We need to identify what is filling the bucket. Stress isn’t just limited to daily demands like taking on a huge workload, deadlines, relationships, money, etc. Stress exists in various forms and our bodies are constantly bombarded with things that trigger a stress response, adding water to our bucket, drop by drop.

SOME COMMON SOURCES OF STRESS:

  • Positive or exciting life events
  • Lack of sleep or disrupted sleep
  • Mental or emotional stress
  • Diet
  • Over exercising
  • Dehydration
  • Gut imbalances or chronic infections
  • Food sensitivities
  • Environmental toxins

The single most effective way to empty that stress bucket is SLEEP. Stress and sleep are intimately interconnected and can sometimes have an inverse relationship (i.e., stress disrupts sleep and poor sleep causes stress).

Sleep is a good indicator of our overall health and mental well-being.
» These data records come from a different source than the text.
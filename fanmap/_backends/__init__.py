"""File-format readers.  Each returns a *raw* dataset (names and units as written) and notes.

:mod:`fanmap.reading` then recognises the axes and signals and builds the
labelled map.
"""

from pathlib import Path

from ..errors import InputError
from .netcdf import looks_like_netcdf, read_netcdf
from .npz import read_npz
from .text import read_text

FORMATS = ("netcdf", "text", "npz")
_SUFFIXES = {
    ".nc": "netcdf", ".nc4": "netcdf", ".cdf": "netcdf", ".netcdf": "netcdf", ".h5": "netcdf",
    ".hdf5": "netcdf", ".he5": "netcdf", ".h5nc": "netcdf",
    ".npz": "npz",
    ".csv": "text", ".tsv": "text", ".txt": "text", ".dat": "text", ".tab": "text", ".asc": "text",
}


def guess_format(path):
    """Format name from the suffix, else from the first bytes."""
    path = Path(path)
    fmt = _SUFFIXES.get(path.suffix.lower())
    if fmt:
        return fmt
    if looks_like_netcdf(path):
        return "netcdf"
    try:
        with open(path, "rb") as fh:
            if fh.read(4) == b"PK\x03\x04":
                return "npz"
    except OSError:
        pass
    return "text"


def read_raw(path, *, format=None, lazy=None):
    """Read ``path`` with the reader for its format; returns ``(raw_dataset, notes, format)``."""
    path = Path(path)
    if not path.exists():
        raise InputError(f"{path}: no such file")
    if path.is_dir():
        raise InputError(f"{path}: is a directory, not a map file")
    fmt = format or guess_format(path)
    if fmt not in FORMATS:
        raise InputError(f"unknown format {fmt!r}; choose one of {', '.join(FORMATS)}")
    if fmt == "netcdf":
        ds, notes = read_netcdf(path, lazy=lazy)
    elif fmt == "npz":
        ds, notes = read_npz(path)
    else:
        ds, notes = read_text(path)
    return ds, notes, fmt
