def _conductance_si(raw, name, ctx, role):
    opt = "signal_units" if role == S.RXX else "hall_units"
    unit_text, _ = _units_of(raw, name, ctx, ctx.options[opt])
    if unit_text is None:
        return None
    try:
        unit = parse_unit(unit_text)
    except InputError:
        return None
    return unit.factor if unit.quantity == "conductance" else None


def _convert_signals(arrays, raw, names, ctx):
    """``arrays``: role -> values in file units (numpy or DataArray); returns role -> (values, attrs).

    A measured current carried along as ``_CURRENT`` divides lock-in voltages point by point
    when no single excitation current is given.
    """
    arrays = dict(arrays)
    measured = arrays.pop(_CURRENT, None)
    current = None
    if any(_is_voltage(raw, names[r], ctx, r) for r in arrays):
        current = _excitation_current(raw, names[S.RXX], ctx)
        if current is None and measured is not None:
            name = names[_CURRENT]
            unit_text, _ = _units_of(raw, name, ctx)
            factor = 1.0
            if unit_text is None:
                ctx.note(f"units of {name!r}: none in the file, assumed A (set --units {name}=UNIT)")
            else:
                try:
                    unit = parse_unit(unit_text, where=repr(name))
                except InputError as exc:
                    raise ctx.error(f"{exc}; set --units {name}=UNIT") from None
                if unit.quantity != "current":
                    raise ctx.error(f"{name!r} has units {unit_text!r}, not a current; "
                                    "give --excitation-current")
                factor = unit.factor
            current = measured * factor
            ctx.note(f"excitation current: measured point by point in {name!r}")
    factors = {r: _conductance_si(raw, names[r], ctx, r) for r in arrays}
    tensor = len(arrays) == 2 and all(f is not None for f in factors.values())
    out = {}
    for role, values in arrays.items():
        other = None
        if tensor:
            partner = S.RXY if role == S.RXX else S.RXX
            other = arrays[partner] * factors[partner]
        out[role] = _signal_to_ohm(values, raw, names[role], role, ctx, current, other)
    return out
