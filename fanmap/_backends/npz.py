"""NumPy ``.npz`` archives of named arrays, with units from a JSON sidecar or a ``units`` array.

Units can come from (first match wins):

* a JSON sidecar ``NAME.json`` or ``NAME.npz.json`` beside the file:
  ``{"units": {"B": "T", "Vg": "mV"}, "long_names": {...}, "dims": {"R": ["B", "Vg"]},
  "attrs": {"excitation_current": "10 nA"}}``; a flat ``{"B": "T", ...}`` also works;
* an array ``units`` of ``"name=unit"`` (or ``"name: unit"``) strings, a
  ``(n, 2)`` array of names and units, or a plain list of units in the order
  the other arrays were saved;
* scalar string arrays ``<name>_units``.

Two-dimensional arrays are matched to the one-dimensional axis arrays by
length (``dims`` in the sidecar settles square maps); if every array is 1-D
and of one length the archive is read as long format along ``point``.
"""

import json
import zipfile
from pathlib import Path

import numpy as np
import xarray as xr

from ..errors import InputError


def _sidecar(path):
    path = Path(path)
    for candidate in (path.with_suffix(".json"), path.with_name(path.name + ".json")):
        if candidate.is_file():
            try:
                meta = json.loads(candidate.read_text(encoding="utf-8"))
            except (OSError, UnicodeDecodeError, json.JSONDecodeError) as exc:
                raise InputError(f"{candidate}: the units sidecar is not valid JSON ({exc})") from None
            if not isinstance(meta, dict):
                raise InputError(f"{candidate}: the units sidecar must be a JSON object")
            return candidate, meta
    return None, {}


def _units_from_array(arr, names, path):
    arr = np.asarray(arr)
    if arr.dtype.kind not in "US":
        raise InputError(f"{path}: the 'units' array must hold strings, not {arr.dtype}")
    if arr.ndim == 2 and arr.shape[1] == 2:
        return {str(n): str(u) for n, u in arr}
    flat = [str(u) for u in arr.ravel()]
    if flat and all(("=" in u or ":" in u) for u in flat):
        out = {}
        for entry in flat:
            name, _, unit = entry.partition("=") if "=" in entry else entry.partition(":")
            out[name.strip()] = unit.strip()
        return out
    if len(flat) == len(names):
        return dict(zip(names, flat))
    raise InputError(f"{path}: the 'units' array has {len(flat)} entries for {len(names)} arrays "
                     f"({', '.join(names)}); write it as 'name=unit' strings")


def read_npz(path):
    """Read an ``.npz`` archive into a raw dataset; returns ``(dataset, notes)``."""
    try:
        with np.load(path, allow_pickle=False) as archive:
            arrays = {name: np.asarray(archive[name]) for name in archive.files}
    except (OSError, ValueError, EOFError, zipfile.BadZipFile, KeyError, RuntimeError) as exc:
        raise InputError(f"{path}: not a readable .npz archive (corrupt or truncated?): "
                         f"{type(exc).__name__}: {str(exc)[:120]}") from None
    except Exception as exc:  # noqa: BLE001 - zip/zlib failures have many types
        raise InputError(f"{path}: not a readable .npz archive: {type(exc).__name__}: "
                         f"{str(exc)[:120]}") from None
    notes = []
    sidecar, meta = _sidecar(path)
    units = meta.get("units", None)
    if units is None and meta and all(isinstance(v, str) for v in meta.values()):
        units = dict(meta)
    units = dict(units or {})
    long_names = dict(meta.get("long_names", {}) or {})
    dims_hint = dict(meta.get("dims", {}) or {})
    attrs = dict(meta.get("attrs", {}) or {})
    if sidecar is not None:
        notes.append(f"units from sidecar {sidecar.name}")

    data = {}
    for name, arr in arrays.items():
        if name.endswith("_units") and arr.dtype.kind in "US" and arr.ndim == 0:
            units.setdefault(name[: -len("_units")], str(arr))
        elif arr.dtype.kind in "US" and name != "units":
            if arr.ndim == 0:
                attrs.setdefault(name, str(arr))
        elif name != "units":
            if arr.dtype.kind not in "biuf":
                raise InputError(f"{path}: array {name!r} has dtype {arr.dtype}; numeric arrays expected")
            data[name] = arr.astype(float)
    if "units" in arrays and not sidecar:
        units.update(_units_from_array(arrays["units"], list(data), path))
        notes.append("units from the 'units' array")
    if not data:
        raise InputError(f"{path}: the archive holds no numeric arrays")

    ds = xr.Dataset(attrs={k: v for k, v in attrs.items() if isinstance(v, (str, int, float))})
    scalars = {n: a for n, a in data.items() if a.ndim == 0}
    vectors = {n: a for n, a in data.items() if a.ndim == 1}
    grids = {n: a for n, a in data.items() if a.ndim >= 2}
    for name, arr in scalars.items():
        ds[name] = ((), arr)
    if grids:
        for name, arr in grids.items():
            dims = dims_hint.get(name)
            if dims is not None:
                if len(dims) != arr.ndim:
                    raise InputError(f"{path}: sidecar dims for {name!r} has {len(dims)} names for a "
                                     f"{arr.ndim}-D array")
                ds[name] = (tuple(dims), arr)
                continue
            dims = []
            for axis, size in enumerate(arr.shape):
                matches = [n for n, v in vectors.items() if v.size == size and n not in dims]
                if not matches:
                    dims.append(f"axis{axis}_{name}")
                else:
                    dims.append(matches[0])
                    if len(matches) > 1:
                        notes.append(f"axis {axis} of {name!r} could be any of {', '.join(matches)}; "
                                     f"took {matches[0]!r} (set 'dims' in a JSON sidecar to choose)")
            ds[name] = (tuple(dims), arr)
        for name, arr in vectors.items():
            if name in ds.dims:
                ds = ds.assign_coords({name: (name, arr)})
            else:
                ds[name] = (f"length_{arr.size}_{name}", arr)
    else:
        sizes = {a.size for a in vectors.values()}
        if len(sizes) != 1:
            raise InputError(f"{path}: the 1-D arrays have different lengths "
                             f"({', '.join(f'{n}: {a.size}' for n, a in vectors.items())}); "
                             "a long-format archive needs one value of each per point")
        for name, arr in vectors.items():
            ds[name] = ("point", arr)
    for name in ds.variables:
        if name in units:
            ds[name].attrs["units"] = str(units[name])
        if name in long_names:
            ds[name].attrs["long_name"] = str(long_names[name])
    return ds, notes
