"""Delimited text in long format: one row per measured point.

Accepted: comma, tab, semicolon (with decimal commas) or whitespace separated
columns; a header line whose names may carry units in brackets or
parentheses (``B (T)``, ``Vg [mV]``, ``Rxx (kOhm)``) or after a slash
(``B / T``); the header may also be the last comment line before the data
(as ``numpy.savetxt`` writes it); comment lines start with ``#``, ``%`` or
``;``; blank lines separate sweeps; a repeated header line also starts a new
block.  The result is a raw dataset along dimension ``point`` with a
``BLOCK`` variable numbering the blank-line separated blocks.
"""

import io
import re
import warnings

import numpy as np
import xarray as xr

from ..errors import InputError

BLOCK = "_fanmap_block"
COMMENT_CHARS = ("#", "%", ";")

_UNIT_IN_BRACKETS = re.compile(r"^(?P<name>.*?)\s*[\(\[\{](?P<unit>[^\)\]\}]*)[\)\]\}]\s*$")
_UNIT_AFTER_SLASH = re.compile(r"^(?P<name>[^/]*?\S)\s+/\s+(?P<unit>\S.*)$")
_WS_HEADER_TOKEN = re.compile(r"[^\s\(\[\{]+(?:\s*[\(\[\{][^\)\]\}]*[\)\]\}])?")


def split_header_name(token):
    """``"Vg [mV]"`` -> ``("Vg", "mV")``; ``"B"`` -> ``("B", None)``."""
    token = token.strip().strip('"').strip("'").strip()
    match = _UNIT_IN_BRACKETS.match(token)
    if match and match.group("name"):
        return match.group("name").strip(), match.group("unit").strip() or None
    match = _UNIT_AFTER_SLASH.match(token)
    if match:
        return match.group("name").strip(), match.group("unit").strip()
    return token, None


def _delimiter(line):
    for delim in ("\t", ",", ";"):
        if delim in line:
            return delim
    return None  # whitespace


def _split(line, delim):
    if delim is None:
        return line.split()
    return [t.strip() for t in line.split(delim)]


def _header_tokens(line, delim, n_columns):
    if delim is not None:
        return _split(line, delim)
    tokens = _WS_HEADER_TOKEN.findall(line)
    if len(tokens) != n_columns:
        tokens = [t for t in re.split(r"\s{2,}", line.strip()) if t]
    return tokens


def _parse_numbers(tokens, decimal_comma):
    out = []
    for t in tokens:
        t = t.strip().strip('"')
        if decimal_comma:
            t = t.replace(",", ".")
        if t == "" or t.lower() in ("nan", "na", "n/a", "null", "none", "-"):
            out.append(np.nan)
        else:
            out.append(float(t))
    return out


def _is_numeric_line(tokens, decimal_comma):
    try:
        _parse_numbers(tokens, decimal_comma)
    except ValueError:
        return False
    return True


def read_text(path):
    """Read a long-format text file into a raw dataset along ``point``.

    Returns ``(dataset, notes)``; ``notes`` lists what was skipped.
    """
    try:
        with open(path, "rb") as fh:
            data = fh.read()
    except OSError as exc:
        raise InputError(f"{path}: cannot read the file ({exc.strerror or exc})") from None
    if b"\x00" in data[:4096]:
        raise InputError(f"{path}: this is a binary file, not delimited text; if it is netCDF, "
                         "HDF5 or npz, give it the matching suffix (.nc, .h5, .npz)")
    try:
        text = data.decode("utf-8-sig")
    except UnicodeDecodeError:
        text = data.decode("latin-1")
    del data
    lines = text.splitlines()
    del text

    notes = []
    comments = []          # comment lines seen before the header/data
    header = None          # list of (name, unit)
    header_line_no = None
    delim = None
    decimal_comma = False
    rows, blocks, line_numbers = [], [], []
    block = 0
    pending_break = False
    bad_lines = []

    for number, raw in enumerate(lines, start=1):
        line = raw.strip()
        if not line:
            pending_break = bool(rows)
            continue
        if line.startswith(COMMENT_CHARS):
            if header is None and not rows:
                comments.append((number, line.lstrip("#%; \t")))
            continue
        if delim is None and header is None and not rows:
            delim = _delimiter(line)
            decimal_comma = delim == ";" and "," in line
        if delim == ";" and not rows and "," in line and not decimal_comma:
            decimal_comma = _is_numeric_line(_split(line, delim), True)
        if header is None:
            tokens = _split(line, delim)
            if _is_numeric_line(tokens, decimal_comma):
                header = _header_from_comments(comments, delim, len(tokens))
                header_line_no = 0
            else:
                header = [split_header_name(t) for t in _header_tokens(line, delim, len(tokens))]
                header_line_no = number
                continue
        if line[0] in _NUMERIC_START:
            # fast path: count the fields here, convert all lines at once below
            n_tokens = line.count(delim) + 1 if delim is not None else len(line.split())
            if n_tokens != len(header):
                bad_lines.append(number)
                continue
            if pending_break:
                block += 1
                pending_break = False
            rows.append(line)
            blocks.append(block)
            line_numbers.append(number)
            continue
        tokens = _split(line, delim)
        repeated = [split_header_name(t) for t in _header_tokens(line, delim, len(tokens))]
        if [n for n, _ in repeated] == [n for n, _ in header]:
            if [u for _, u in repeated] != [u for _, u in header]:
                raise InputError(
                    f"{path}: mixed units in one file: line {header_line_no or 1} has "
                    f"{_fmt_header(header)} but line {number} has {_fmt_header(repeated)}; "
                    "split the file at the second header or convert it to one set of units")
            pending_break = bool(rows)
            continue
        bad_lines.append(number)

    if rows:
        table, unreadable = _convert(rows, delim, decimal_comma, len(header))
        if unreadable:
            bad_lines = sorted(bad_lines + [line_numbers[i] for i in unreadable])
            keep = np.setdiff1d(np.arange(len(rows)), unreadable)
            table = table[keep]
            blocks = [blocks[i] for i in keep]
            line_numbers = [line_numbers[i] for i in keep]
            rows = [rows[i] for i in keep]
    if header is not None and not rows and bad_lines:
        raise InputError(f"{path}: no line after the header reads as {len(header)} numbers "
                         f"({_fmt_header(header)}); first bad line: {bad_lines[0]}")
    if header is None or not rows:
        raise InputError(f"{path}: no numeric data rows found; a long-format table needs a header "
                         "(e.g. 'B (T), Vg (V), Rxx (ohm)') and one row per measured point")
    if bad_lines:
        last_data = line_numbers[-1]
        trailing = [n for n in bad_lines if n > last_data]
        inner = [n for n in bad_lines if n <= last_data]
        if inner:
            shown = ", ".join(map(str, inner[:5])) + (" ..." if len(inner) > 5 else "")
            raise InputError(
                f"{path}: {len(inner)} line(s) cannot be read as {len(header)} numbers "
                f"({_fmt_header(header)}): line(s) {shown}; fix or comment them out with '#'")
        notes.append(f"ignored {len(trailing)} unreadable line(s) at the end of the file "
                     f"(line {trailing[0]}: an interrupted write?)")

    names = _unique_names([n for n, _ in header], path)
    ds = xr.Dataset()
    for i, (name, (_, unit)) in enumerate(zip(names, header)):
        attrs = {"units": unit} if unit else {}
        ds[name] = ("point", table[:, i], attrs)
    ds[BLOCK] = ("point", np.asarray(blocks, dtype=int))
    ds.attrs.update(_comment_attrs(comments))
    if delim == ";" and decimal_comma:
        notes.append("semicolon-separated with decimal commas")
    return ds, notes


_NUMERIC_START = frozenset("0123456789+-.nNiI")


def _convert(lines, delim, decimal_comma, n_columns):
    """All data lines to a float table at once; falls back to line by line to find bad ones.

    Returns ``(table, indices of unreadable lines)``.
    """
    text = "\n".join(lines)
    if decimal_comma:
        text = text.replace(",", ".")
    try:
        with warnings.catch_warnings():
            warnings.simplefilter("ignore")
            table = np.loadtxt(io.StringIO(text), delimiter=delim if delim else None, dtype=float,
                               ndmin=2, comments=None, quotechar='"')
        if table.shape == (len(lines), n_columns):
            return table, []
    except ValueError:
        pass
    table = np.full((len(lines), n_columns), np.nan)
    bad = []
    for i, line in enumerate(lines):
        try:
            table[i] = _parse_numbers(_split(line, delim), decimal_comma)
        except ValueError:
            bad.append(i)
    return table, bad


def _header_from_comments(comments, delim, n_columns):
    for _, line in reversed(comments):
        tokens = _header_tokens(line, delim, n_columns)
        if len(tokens) == n_columns and not _is_numeric_line(tokens, False):
            return [split_header_name(t) for t in tokens]
    return [(f"column{i + 1}", None) for i in range(n_columns)]


def _comment_attrs(comments):
    """``# excitation_current = 10 nA`` style comments become attributes."""
    attrs = {}
    for _, line in comments:
        match = re.match(r"^\s*([A-Za-z_][\w\s\-]*?)\s*[:=]\s*(.+?)\s*$", line)
        if match:
            attrs[match.group(1).strip().replace(" ", "_")] = match.group(2)
    return attrs


def _unique_names(names, path):
    seen = {}
    out = []
    for name in names:
        name = name or "column"
        if name in seen:
            seen[name] += 1
            name = f"{name}_{seen[name]}"
        else:
            seen[name] = 0
        out.append(name)
    if len(set(out)) != len(out):
        raise InputError(f"{path}: the header has repeated column names; rename them")
    return out


def _fmt_header(header):
    return ", ".join(f"{n} [{u}]" if u else n for n, u in header)
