"""netCDF (classic and netCDF-4/HDF5) through the netCDF4 and h5netcdf engines.

Files larger than :data:`LAZY_BYTES` (or any file when ``lazy=True``) are
opened with dask chunks, so the map is read chunk by chunk when needed and
never held in memory twice.
"""

import os

import dask
import xarray as xr

from ..errors import InputError

#: Files above this size are opened lazily by default.
LAZY_BYTES = 256 * 2**20
#: Target size of one dask chunk: a few of them in flight per core stay far below one map.
CHUNK_BYTES = "32MiB"

_HDF5_MAGIC = b"\x89HDF\r\n\x1a\n"
_CLASSIC_MAGIC = (b"CDF\x01", b"CDF\x02", b"CDF\x05")


def looks_like_netcdf(path):
    """True when the file starts with a netCDF classic or HDF5 signature."""
    try:
        with open(path, "rb") as fh:
            head = fh.read(8)
    except OSError:
        return False
    return head == _HDF5_MAGIC or head[:4] in _CLASSIC_MAGIC


def _engines(head):
    if head == _HDF5_MAGIC:
        return ("h5netcdf", "netcdf4")
    if head[:4] in _CLASSIC_MAGIC:
        return ("netcdf4", "scipy")
    return ("netcdf4", "h5netcdf")


def read_netcdf(path, *, lazy=None, engine=None):
    """Open a netCDF/HDF5 file as a raw dataset.

    Returns ``(dataset, notes)``.  With ``lazy`` false the values are loaded
    and the file is closed; otherwise the dataset is dask-backed and keeps
    the file open until it is closed or garbage-collected.
    """
    try:
        size = os.path.getsize(path)
        with open(path, "rb") as fh:
            head = fh.read(8)
    except OSError as exc:
        raise InputError(f"{path}: cannot read the file ({exc.strerror or exc})") from None
    if lazy is None:
        lazy = size > LAZY_BYTES
    engines = (engine,) if engine else _engines(head)
    problems = []
    for name in engines:
        try:
            with dask.config.set({"array.chunk-size": CHUNK_BYTES}):
                ds = xr.open_dataset(path, engine=name, chunks="auto" if lazy else None,
                                     decode_times=False, mask_and_scale=True, cache=False)
        except Exception as exc:  # noqa: BLE001 - any library failure means "unreadable file"
            problems.append(f"{name}: {type(exc).__name__}: {str(exc)[:120]}")
            continue
        try:
            if not lazy:
                ds = ds.load()
                ds.close()
        except Exception as exc:  # noqa: BLE001 - truncated data shows up only when read
            ds.close()
            problems.append(f"{name}: {type(exc).__name__}: {str(exc)[:120]}")
            continue
        if not ds.variables:
            ds.close()
            problems.append(f"{name}: no variables")
            continue
        notes = [f"engine {name}" + (", opened lazily (dask chunks)" if lazy else "")]
        return ds, notes
    raise InputError(f"{path}: not a readable netCDF/HDF5 file (corrupt or truncated?): "
                     + "; ".join(problems) + ". Re-export the map from the acquisition program.")
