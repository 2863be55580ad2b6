"""Cut long-format points (one row per point) into sweeps along a fast axis."""

import numpy as np

from ..errors import InputError


def _significant_steps(values):
    d = np.diff(values)
    mag = np.abs(d[np.isfinite(d)])
    if mag.size == 0 or np.nanmax(mag) == 0:
        return d, 0.0
    big = mag[mag > 1e-3 * mag.max()]
    return d, 0.3 * float(np.median(big))


def count_changes(values):
    """How often ``values`` changes by a significant step (slow axes change rarely)."""
    values = np.asarray(values, dtype=float)
    finite = values[np.isfinite(values)]
    if finite.size < 2:
        return 0
    span = float(finite.max() - finite.min())
    if span == 0:
        return 0
    d = np.abs(np.diff(finite))
    return int(np.count_nonzero(d > 1e-3 * span))


def split_points(fast, slow, breaks=None):
    """Start indices of the sweeps in a long-format table.

    A new sweep starts at a given break (blank line, sweep-index change), where
    the slow axis steps, and where the fast axis turns back (triangle or
    sawtooth sweeps at one slow value).
    """
    fast = np.asarray(fast, dtype=float)
    slow = np.asarray(slow, dtype=float)
    n = fast.size
    starts = {0}
    if breaks is not None:
        breaks = np.asarray(breaks)
        starts.update((np.flatnonzero(breaks[1:] != breaks[:-1]) + 1).tolist())
    d_slow, slow_thr = _significant_steps(slow)
    if slow_thr > 0:
        starts.update((np.flatnonzero(np.abs(np.nan_to_num(d_slow)) > slow_thr) + 1).tolist())
    d_fast, fast_thr = _significant_steps(fast)
    starts = np.asarray(sorted(starts), dtype=int)
    # a sweep also ends where the fast axis turns: the first significant step against the
    # current direction starts a new sweep, whose direction the next step sets
    sig = np.flatnonzero(np.isfinite(d_fast) & (np.abs(d_fast) > fast_thr))
    is_start = np.zeros(n + 1, dtype=bool)
    is_start[starts] = True
    sig = sig[~is_start[sig + 1]]
    segment = np.searchsorted(starts, sig, side="right")
    sign = np.sign(d_fast[sig])
    turn = np.zeros(sig.size, dtype=bool)
    turn[1:] = (sign[1:] != sign[:-1]) & (segment[1:] == segment[:-1])
    # within a run of consecutive turns only every other one starts a sweep
    index = np.arange(sig.size)
    last_calm = np.maximum.accumulate(np.where(~turn, index, -1))
    rank = index - last_calm - 1
    splits = sig[turn & (rank % 2 == 0)] + 1
    return np.unique(np.concatenate([starts, splits]))


def cut_sweeps(fast, slow, signals, breaks=None):
    """List of sweeps: dicts with ``slow`` (median), ``slow_spread``, ``fast``, ``direction``, ``signals``."""
    fast = np.asarray(fast, dtype=float)
    slow = np.asarray(slow, dtype=float)
    starts = split_points(fast, slow, breaks)
    ends = np.append(starts[1:], fast.size)
    sweeps = []
    for a, b in zip(starts, ends):
        f = fast[a:b]
        s = slow[a:b]
        ok = np.isfinite(f)
        if not ok.any() or not np.isfinite(s).any():
            continue
        steps = np.diff(f[ok])
        direction = 1 if np.nansum(steps) >= 0 else -1
        sweeps.append({
            "slow": float(np.nanmedian(s)),
            "slow_spread": float(np.nanmax(s) - np.nanmin(s)),
            "fast": f[ok],
            "direction": direction,
            "signals": {k: np.asarray(v, dtype=float)[a:b][ok] for k, v in signals.items()},
            "first_index": int(a),
        })
    if not sweeps:
        raise InputError("no sweep with finite axis values")
    return sweeps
We often know that sleep is important, but yet it’s the first thing we sacrifice – we get too busy and need to get things done so we skimp on our sleep.

Studies vary on the subject – but anywhere from 7 to 10 hours is recommended depending on who you talk to. It also probably varies some amount from person to person.

Getting enough sleep could help you maintain your weight – and just the opposite is true also. Not getting enough sleep could contribute to weight gain. When you are tired, you have less energy to exercise, but you also then have less will power and control to make healthier choices throughout the day.

Getting a good night’s sleep helps you think clearer and can improve your memory. You’ll be more alert and able to make better decisions all around.

Good sleep may even help boost your immunity. (More research is still needed on the subject though.)

Be sure your bedroom is a comfortable place for sleeping – cool, dark, and quiet. You can use a fan (which may also double as some white noise) to cool your space. You can also get room darkening blinds to help keep your space conducive to sleep.

Avoid caffeine! Depending on how much caffeine you drink each day or how much caffeine affects you will determine your daily cut off time. For some people, no caffeine after noon is a good choice, for others 4-6 hours before bed is enough.

Keep pets off the bed. This one may be hard, but if you are already sleeping with a partner, an extra body on the bed can be even more disturbing to your sleep. A pet can take up space, move around all night, and depending on the size of the pet – take up a lot of space on the bed.

Avoid electronic devices. The bright screen can mess with your circadian rhythm. Try reading an actual paper book instead of playing on a device at least an hour before bed.

Something as simple as sleep can help you in a lot of areas of your life. You just have to be sure that you understand it’s importance and that you are setting yourself up for a good night’s sleep. Simple does not mean easy!